The outcome of the steps above is a list of models and as it is the same model selection method applied to each group of data, the difference (if any) in models is due to differences in the data in each group.
We can obtain fitted models as follows
formula(mod_stab, fit=FALSE) [1:2]
#> [[1]]
#> agreebl ~ carelss + hardwrk + tense + kind + relaxed + approvn +
#> persevr + coopera
#> <environment: 0x5a38c41cbab8>
#>
#> [[2]]
#> agreebl ~ carelss + hardwrk + tense + kind + relaxed + approvn +
#> harsh + persevr + friendl + coopera + quiet
#> <environment: 0x5a38c413d0b0>
This gives us a set of candidate models.
We have selected a model based on subgroups of the training data. We can now evaluate the predictive performance of the selected model on the test data.

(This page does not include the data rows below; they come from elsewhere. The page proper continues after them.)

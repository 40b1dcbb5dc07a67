//go:build linux

package store

import (
	"bufio"
	"fmt"
	"math/rand/v2"
	"os"
	"runtime"
	"strconv"
	"strings"
	"testing"
	"time"
	"unsafe"

	"golang.org/x/sys/unix"

	"github.com/gridloupe/gridloupe/metrics"
)

// sentinel is the byte pattern written where releaseMapped must not reach.
// MADV_DONTNEED turns anonymous private pages into zero-fill pages (madvise(2),
// Linux man-pages), so a released sentinel reads back as zeros.
const sentinel = 0xA5

// mapping returns the address range [start, end) of the mapping that starts
// at addr, read from /proc/self/maps (proc(5)).
func mapping(tb testing.TB, addr uintptr) (start, end uintptr) {
	tb.Helper()
	f, err := os.Open("/proc/self/maps")
	if err != nil {
		tb.Fatal(err)
	}
	defer f.Close()
	sc := bufio.NewScanner(f)
	for sc.Scan() {
		rng, _, _ := strings.Cut(sc.Text(), " ")
		lo, hi, ok := strings.Cut(rng, "-")
		if !ok {
			continue
		}
		a, err1 := strconv.ParseUint(lo, 16, 64)
		b, err2 := strconv.ParseUint(hi, 16, 64)
		if err1 == nil && err2 == nil && uintptr(a) == addr {
			return uintptr(a), uintptr(b)
		}
	}
	tb.Fatalf("no mapping starts at %#x in /proc/self/maps", addr)
	return 0, 0
}

// bigBatch returns n all-orders 8-channel records (about 4 kB each, see
// doc.go's byte budget) starting at *now, 3 s apart.
func bigBatch(s *metrics.Setup, rng *rand.Rand, now *time.Time, n int) []*metrics.Record {
	out := make([]*metrics.Record, n)
	for i := range out {
		r := newRecord(s)
		fillRecord(r, s, rng, *now, true)
		out[i] = r
		*now = now.Add(3 * time.Second)
	}
	return out
}

// fileAheadOfMap grows the store until bbolt's file is longer than its
// memory map: past AllocSize (16 MiB) bbolt grows the file to the high-water
// mark plus AllocSize while the map doubles (bbolt db.go: grow, growSize,
// mmapSize), the state in which a release over the file's size would run
// past the map.
func fileAheadOfMap(t *testing.T, db *DB) (mapStart, mapEnd uintptr) {
	t.Helper()
	s := setup8(allOrders())
	if err := db.SetLayout(s); err != nil {
		t.Fatal(err)
	}
	rng := rand.New(rand.NewPCG(61, 62))
	now := t0
	for range 400 {
		if err := db.PutAggregates(bigBatch(s, rng, &now, 64)); err != nil {
			t.Fatal(err)
		}
		mapStart, mapEnd = mapping(t, db.bdb.Info().Data)
		if fi, err := os.Stat(db.path); err == nil && fi.Size() > int64(mapEnd-mapStart) {
			return mapStart, mapEnd
		}
	}
	t.Fatal("the file never grew past the map; the test needs that state")
	return 0, 0
}

// anonAt maps n bytes of anonymous memory at exactly addr and fills them with
// the sentinel. replace allows mapping over an existing mapping (MAP_FIXED);
// otherwise an occupied address fails (MAP_FIXED_NOREPLACE, mmap(2)).
func anonAt(addr uintptr, n int, replace bool) ([]byte, error) {
	flags := unix.MAP_PRIVATE | unix.MAP_ANONYMOUS | unix.MAP_FIXED_NOREPLACE
	if replace {
		flags = unix.MAP_PRIVATE | unix.MAP_ANONYMOUS | unix.MAP_FIXED
	}
	p, err := unix.MmapPtr(-1, 0, *(*unsafe.Pointer)(unsafe.Pointer(&addr)), uintptr(n), unix.PROT_READ|unix.PROT_WRITE, flags)
	if err != nil {
		return nil, err
	}
	if uintptr(p) != addr {
		return nil, fmt.Errorf("mapped at %#x, asked %#x", uintptr(p), addr)
	}
	b := unsafe.Slice((*byte)(p), n)
	for i := range b {
		b[i] = sentinel
	}
	return b, nil
}

func countCleared(b []byte) int {
	n := 0
	for _, v := range b {
		if v != sentinel {
			n++
		}
	}
	return n
}

// TestReleaseStaysInsideMap places sentinel pages where a release must not
// reach and checks they survive: in the unused tail of bbolt's map beyond the
// committed high-water mark (always possible), and right after the map's end
// when that address is free. It also checks the advised span lies inside the
// mapping the kernel reports.
func TestReleaseStaysInsideMap(t *testing.T) {
	db := openTest(t, Options{})
	mapStart, mapEnd := fileAheadOfMap(t, db)
	db.wmu.Lock()
	defer db.wmu.Unlock()

	p, n := db.releaseSpan()
	if uintptr(p) != mapStart || uintptr(p)+uintptr(n) > mapEnd {
		t.Fatalf("release span [%#x, +%d) leaves the map [%#x, %#x)", uintptr(p), n, mapStart, mapEnd)
	}
	ps := int(db.pageSize)
	tailAt := mapStart + uintptr(n)
	tailLen := min(int(mapEnd-tailAt), 16*ps)
	if tailLen < ps {
		t.Fatalf("no unused tail in the map (span %d, map %d)", n, mapEnd-mapStart)
	}
	tail, err := anonAt(tailAt, tailLen, true)
	if err != nil {
		t.Fatalf("sentinel in the map's tail: %v", err)
	}
	after, err := anonAt(mapEnd, 4*ps, false)
	if err != nil {
		t.Logf("address after the map is occupied (%v); only the tail sentinel applies", err)
	} else {
		defer func() { _ = unix.Munmap(after) }()
	}

	db.releaseMapped()

	if c := countCleared(tail); c != 0 {
		t.Errorf("%d of %d sentinel bytes beyond the high-water mark were cleared", c, len(tail))
	}
	if after != nil {
		if c := countCleared(after); c != 0 {
			t.Errorf("%d of %d sentinel bytes past the map were cleared", c, len(after))
		}
	}
	// Put the file's pages back under the tail so the map is whole again.
	f, err := os.Open(db.path)
	if err != nil {
		t.Fatal(err)
	}
	defer f.Close()
	if _, err := unix.MmapPtr(int(f.Fd()), int64(n), *(*unsafe.Pointer)(unsafe.Pointer(&tailAt)),
		uintptr(tailLen), unix.PROT_READ, unix.MAP_SHARED|unix.MAP_FIXED); err != nil {
		t.Fatalf("restore the map's tail: %v", err)
	}
}

// TestReleasePast32And64MiB grows a store past 32 MiB and 64 MiB (two map
// doublings with the file ahead of the map, bbolt db.go: mmapSize, grow)
// while releasing the map after every commit, and checks that a sentinel
// page over the last page of each map and Go heap sentinels allocated all
// along survive, bbolt's check passes and every record reads back. A release beyond the map zeroes heap pages, which shows
// here as cleared sentinels or as a runtime fatal error.
func TestReleasePast32And64MiB(t *testing.T) {
	const (
		target     = 66 << 20 // bytes of high-water mark to pass: beyond the 64 MiB map
		batchN     = 64
		heapPieces = 512
		pieceBytes = 16 << 10
	)
	if testing.Short() {
		t.Skip("writes about 70 MB")
	}
	db := openTest(t, Options{})
	db.releaseEvery = 0 // release after every commit
	s := setup8(allOrders())
	if err := db.SetLayout(s); err != nil {
		t.Fatal(err)
	}
	rng := rand.New(rand.NewPCG(71, 72))
	now := t0
	var heap [][]byte
	var guard []byte
	var guardMap, guardAt uintptr
	written, releases, guards := 0, 0, 0
	passed32, passed64 := false, false
	for db.Stats().InUseBytes < target {
		if err := db.PutAggregates(bigBatch(s, rng, &now, batchN)); err != nil {
			t.Fatal(err)
		}
		written += batchN
		releases++
		piece := make([]byte, pieceBytes)
		for i := range piece {
			piece[i] = sentinel
		}
		heap = append(heap, piece)
		if len(heap) > heapPieces {
			heap = heap[1:]
		}
		if releases%16 == 0 {
			runtime.GC()
		}
		for i, h := range heap {
			if c := countCleared(h); c != 0 {
				t.Fatalf("after %d records: heap piece %d has %d cleared bytes", written, i, c)
			}
		}
		start, end := mapping(t, db.bdb.Info().Data)
		if guard != nil && start == guardMap && end == guardAt {
			if c := countCleared(guard); c != 0 {
				t.Fatalf("after %d records: %d of %d sentinel bytes in the map's last page were cleared", written, c, len(guard))
			}
		} else {
			// First pass, or bbolt remapped (and so unmapped the old guard):
			// put a guard over the new map's last page. bbolt remaps before
			// its high-water mark comes within one page of the map's end
			// (db.go: allocate), so it never reads that page.
			g, err := anonAt(end-uintptr(db.pageSize), int(db.pageSize), true)
			if err != nil {
				t.Fatalf("guard page: %v", err)
			}
			guard, guardMap, guardAt = g, start, end-uintptr(db.pageSize)
			guards++
			end = guardAt + uintptr(db.pageSize)
		}
		ms := end - start
		passed32 = passed32 || ms > 32<<20
		passed64 = passed64 || ms > 64<<20
	}
	if !passed32 || !passed64 {
		t.Fatalf("map never passed 32 MiB (%v) and 64 MiB (%v)", passed32, passed64)
	}
	checkBolt(t, db)
	n := 0
	if err := db.Query(metrics.Int3s, time.Time{}, time.Time{}, func(*metrics.Record) error { n++; return nil }); err != nil {
		t.Fatal(err)
	}
	if n != written {
		t.Errorf("read back %d records, wrote %d", n, written)
	}
	t.Logf("%d records, %d releases, %d guard pages placed, file %d bytes", written, releases, guards, db.Stats().FileBytes)
}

fit_list <- formula(mod_stab, fit=TRUE)
set.seed(1411)
cv.error <- cv_glm_fitlist(dat.training, fit_list, K=4)
cv.error
#> [1] 1.03 1.13 1.04 1.23 1.10 1.10 0.95 1.01 1.01 1.08 1.16 1.13
cv3 <- sapply(fit_list,
function(fit) {
x <- update(fit, data=dat.training)
modelr::rmse(x, dat.testing)
}
)
cv3
#> [1] 1.26 1.29 1.30 1.30 1.36 1.36 1.31 1.35 1.36 1.38 1.23 1.36
plot(cv.error, cv3)
We can now evaluate the predictive performance of the selected model on the test data.
par(mfrow=c(1,2))
plot(sqrt(cv.error), main="Subgroups")
plot(cv3, main="Subgroups")
The plot on the left shows the cross validation error for the models selected in the subgroups. The plot on the right shows the prediction error for the models on the test data.